一个人想要把自己弄受伤是有很多种手段,但想要将疼痛值消减在最小,办法可就少了。
郑嘉爵坐在椅子上,深呼吸了一口气,周围是提着医药箱,蓄势待发的医生。
虽然不明白为什么少爷要干这种无聊的事情,但作为医务人员,只要第一时间冲上去,替对方包扎,处理好伤口就行。
“我很了解林晚橘,她这人虽然长得漂亮,但却有一副蛇蝎心肠,如果是出手的话,一定是凶狠异常的。”
陈定川在一旁出主意。
“哎呀,你别说了,随便弄一两下得了,反正包扎之后,只要我演出痛不欲生的样子就行。”
郑嘉爵有些不耐烦。
挨打的又不是陈定川,弄得那么谨慎干什么。
“你把安雪当做什么了?”
陈定川眯着眼睛,他这么多年之所以能够吊着林晚橘,把对方训得跟哈巴狗一样,还是有些实际本领的。
“她可不是笨人,你我都知道的,她聪明的很。

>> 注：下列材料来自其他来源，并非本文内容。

package layout

import (
	"math"
	"strings"
	"testing"
)

// TestAsBuiltHeight: the station CSV writes a station's height twice (z_m
// and height_m); an edit of either is read, and an edit of one that leaves
// the other disagreeing is refused at its line, never silently dropped
// (issue 10 item 13: height_m edits were ignored).
func TestAsBuiltHeight(t *testing.T) {
	const head = "id,channel,x_m,y_m,z_m,height_m,reasons\n"
	for _, tt := range []struct {
		name, row string
		z         float64
		err       string
	}{
		{"both agree", "A-01,1,5,7,1.5000,1.5000,\n", 1.5, ""},
		{"height edited alone", "A-01,1,5,7,1.5000,1.6200,\n", 0, "built.csv:2: height: 1.620 m, but z is 1.500 m: both are the microphone's height above the floor; change both, or leave one empty"},
		{"z left empty", "A-01,1,5,7,,1.62,\n", 1.62, ""},
		{"height left empty", "A-01,1,5,7,1.62,,\n", 1.62, ""},
	} {
		t.Run(tt.name, func(t *testing.T) {
			got, err := DecodeAsBuilt("built.csv", []byte(head+tt.row), "mm", 4)
			if tt.err != "" {
				if err == nil || err.Error() != tt.err {
					t.Fatalf("got %v, want %s", err, tt.err)
				}
				return
			}
			if err != nil {
				t.Fatal(err)
			}
			if z := got["A-01"].Mic.Z; math.Abs(z-tt.z) > 1e-12 {
				t.Errorf("got z %g m, want %g", z, tt.z)
			}
		})
	}
}

// TestAsBuiltFeetColumns: a station CSV written for a layout in feet
// (x_ft …) reads back in feet: 10 ft = 3.048 m (hand-computed, 1 ft =
// 0.3048 m exactly).
func TestAsBuiltFeetColumns(t *testing.T) {
	csv := "id,channel,x_ft,y_ft,z_ft,base_x_ft,base_y_ft,height_ft,radius_ft,velocity_clearance_ft,reasons\nG-01,1,10,20,5,10,20,5,30,1,\n"
	got, err := DecodeAsBuilt("built.csv", []byte(csv), "mm", math.Inf(1))
	if err != nil {
		t.Fatal(err)
	}
	p := got["G-01"]
	checkF(t, "X", p.Mic.X, 3.048)
	checkF(t, "Z", p.Mic.Z, 1.524)
	if p.Base == nil {
		t.Fatal("got no base")
	}
	checkF(t, "base X", p.Base[0], 3.048)
}

// TestAsBuiltTemplateRows: a row with an ID and every measured cell empty
// is a station not measured: it gives no position (so the planner lists it
// as unmeasured), and a file of only such rows is no error; a row filled in
// part is still refused.
func TestAsBuiltTemplateRows(t *testing.T) {
	csv := "id,x,y,z,base_x,base_y\nA-01,,,,,\nA-02,5,7,1.5,,\n"
	got, err := DecodeAsBuilt("built.csv", []byte(csv), "m", 4)
	if err != nil {
		t.Fatal(err)
	}
	if _, ok := got["A-01"]; ok || len(got) != 1 {
		t.Errorf("got %v, want only A-02 (A-01 not measured)", got)
	}
	got, err = DecodeAsBuilt("built.csv", []byte("id,x,y,z\nA-01,,,\n"), "m", 4)
	if err != nil || got == nil || len(got) != 0 {
		t.Errorf("a template left empty: got %v, %v; want an empty set of positions", got, err)
	}
	if _, err := DecodeAsBuilt("built.csv", []byte("id,x,y,z\nA-01,5,,\n"), "m", 4); err == nil || !strings.Contains(err.Error(), "built.csv:2: y") {
		t.Errorf("a row filled in part: got %v, want an error at line 2, y", err)
	}
}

”
从小时候,陈定川就知道对方很聪明,要说为什么呢?
那得从沈安雪刚被她妈妈陈翠兰托付到亲戚家的时候说起,陈定川对于这个长得漂亮的小女孩,一见就心生欢喜。
可惜,对方几乎不怎么出门。
他也就没来得及交朋友。
不过两家相隔不远,沈安雪借住的亲戚家的围墙也不算特别高,只是拦一些鸡鸭鹅之类的。
小孩子垫几块火砖一下就能翻过去。
陈定川刚刚翻进邻居家的院子,就看见,沈安雪手里抱着一个兔子,死抱着不撒手,而另外一个,个子稍矮一点的男生却想上手抢夺。
“给我,你不给我,我就告诉妈妈!”
那孩子的尖锐哭声几乎响彻整个院子。
沈安雪满脸冷淡,就是不撒手,不过一偏头,却看见了一个陌生人。
“你是谁?”
沈安雪开口询问,眼神警惕,就像是一只狼幼崽,陈定川一时之间结巴了,不知道该怎样回答。
目光稍微偏移,落在那哭泣的男孩身上。
这人陈定川倒是认识,邻居大婶的亲儿子,长这么大了,竟然还一哭二闹的要抢女孩子的玩具。
陈定川真替对方感到脸上无光。
“陈定川。”
“我是隔壁家的,想和你交朋友。”
陈定川兜里揣着玻璃弹,略有些局促,也有些尴尬,他原本是想用这些和对方拉近距离交朋友的。
玻璃弹在村里面可流行了,自己拥有的款式最多。
结果却撞见这种场景。
沈安雪只是轻轻嗯了一声,彻底将兔子抢了过来,那男孩便在地上打滚。
“我的…我看上了,就是我的!”
沈安雪则是抱着兔子,快速的跑去了柴堆后面,陈定川犹豫片刻也跟着去了,完全不管那在地上打滚的男孩。
“你讨厌他?”
陈定川察觉出来。
“嗯。”
“兔子是妈妈寄给我的,我不可能给他。”
沈安雪紧紧抱着粉红兔子,眼里都是温柔眷恋,仿佛抱着这个兔子,就能感受母亲的温暖。
沈安雪话音刚落,院子里就传出女人的声音,尖锐、刻薄。
“沈安雪!”
“要弄饭了,还不帮忙洗菜,你在家白吃白喝,现在连活都懒得干了吗!”
“要我看就该饿你两顿,才晓得听话!”
沈安雪听见女人的呼喊,却不为所动,只是伸出手指,轻轻“嘘”了一声,示意陈定川安静。